### EXERCISE DETAILS
For the material that follows, state the number of lines where "outside" occurs, and add nothing.

### DATA PROVIDED
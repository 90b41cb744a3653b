import { lgamma as gammaln } from 'lib-r-math.js';

/**
 * Published asymptotic forms for the fullest shard, shown beside the exact figures as a
 * cross-check (never used for a verdict). Formulas as recalled from the papers (from
 * memory); the tests compare them with the exact engine only where they are known to be tight.
 */

/** An asymptotic estimate of the fullest shard's count, with the regime it came from. */
export interface AsymptoticMaximum {
  /** Estimated count of the fullest shard, or null outside every published regime. */
  readonly count: number | null;
  /** Which regime of the source applies. */
  readonly regime: string;
  /** The source. */
  readonly source: string;
}

const RAAB_STEGER =
  'Raab and Steger (1998), "Balls into bins: a simple and tight analysis", RANDOM 98';

/**
 * The fullest shard's load with high probability, by regime of N relative to m log m.
 * Raab and Steger (1998), theorem 1, at alpha = 1:
 * - m / polylog(m) <= N << m log m: log m / log(m log m / N) * (1 + log log(m log m / N) / log(m log m / N));
 * - N = c m log m: (d_c - 1 + 1) log m, d_c the root > c of 1 + x (log c - log x + 1) - c = 0;
 * - m log m << N <= m polylog(m): N/m + sqrt(2 N log m / m);
 * - N >> m (log m)^3: N/m + sqrt(2 N log m / m * (1 - log log m / (2 log m))).
 * O(1) (a root search for the middle regime). Example: m = 1e5, N = 1e9 gives about 10 430.
 */
export function raabStegerMaximum(total: number, shards: number): AsymptoticMaximum {
  if (shards < 3 || total < 1)
    return { count: null, regime: 'outside the published regimes', source: RAAB_STEGER };
  const logM = Math.log(shards);
  const c = total / (shards * logM);
  if (total < shards / logM ** 3) {
    return { count: null, regime: 'N below m / polylog(m)', source: RAAB_STEGER };
  }
  if (c < 0.1) {
    const ratio = Math.log((shards * logM) / total);
    return {
      count: (logM / ratio) * (1 + Math.log(ratio) / ratio),
      regime: 'm/polylog(m) <= N << m log m',
      source: RAAB_STEGER,
    };
  }
  if (c <= 10) {
    const f = (x: number) => 1 + x * (Math.log(c) - Math.log(x) + 1) - c;
    let lo = c;
    let hi = c * 2 + 10;
    while (f(hi) > 0) hi *= 2;
    for (let i = 0; i < 200; i++) {
      const mid = (lo + hi) / 2;
      if (f(mid) > 0) lo = mid;
      else hi = mid;
    }
    return { count: ((lo + hi) / 2) * logM, regime: 'N = c m log m', source: RAAB_STEGER };
  }
  const fair = total / shards;
  if (total <= shards * logM ** 3) {
    return {
      count: fair + Math.sqrt((2 * total * logM) / shards),
      regime: 'm log m << N <= m polylog(m)',
      source: RAAB_STEGER,
    };
  }
  const correction = 1 - Math.log(logM) / (2 * logM);
  return {
    count: fair + Math.sqrt(((2 * total * logM) / shards) * correction),
    regime: 'N >> m (log m)^3',
    source: RAAB_STEGER,
  };
}

/**
 * Expected fullest-shard count when N = m: Gamma^{-1}(m) - 3/2, Gonnet (1981), "Expected
 * length of the longest probe sequence in hash code searching", JACM 28(2). The inverse of
 * the gamma function is found by bisection on log Gamma (lib-r-math.js lgamma, R's lgammafn) above its minimum.
 * O(1). Example: m = 1e6 gives about 8.0.
 */
export function gonnetExpectedMaximum(shards: number): number {
  const target = Math.log(shards);
  let lo = 1.4616321449683623; // minimum of the gamma function
  let hi = 4;
  while (gammaln(hi) < target) hi *= 2;
  for (let i = 0; i < 200; i++) {
    const mid = (lo + hi) / 2;
    if (gammaln(mid) < target) lo = mid;
    else hi = mid;
  }
  return (lo + hi) / 2 - 1.5;
}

### RESPONSE AREA
2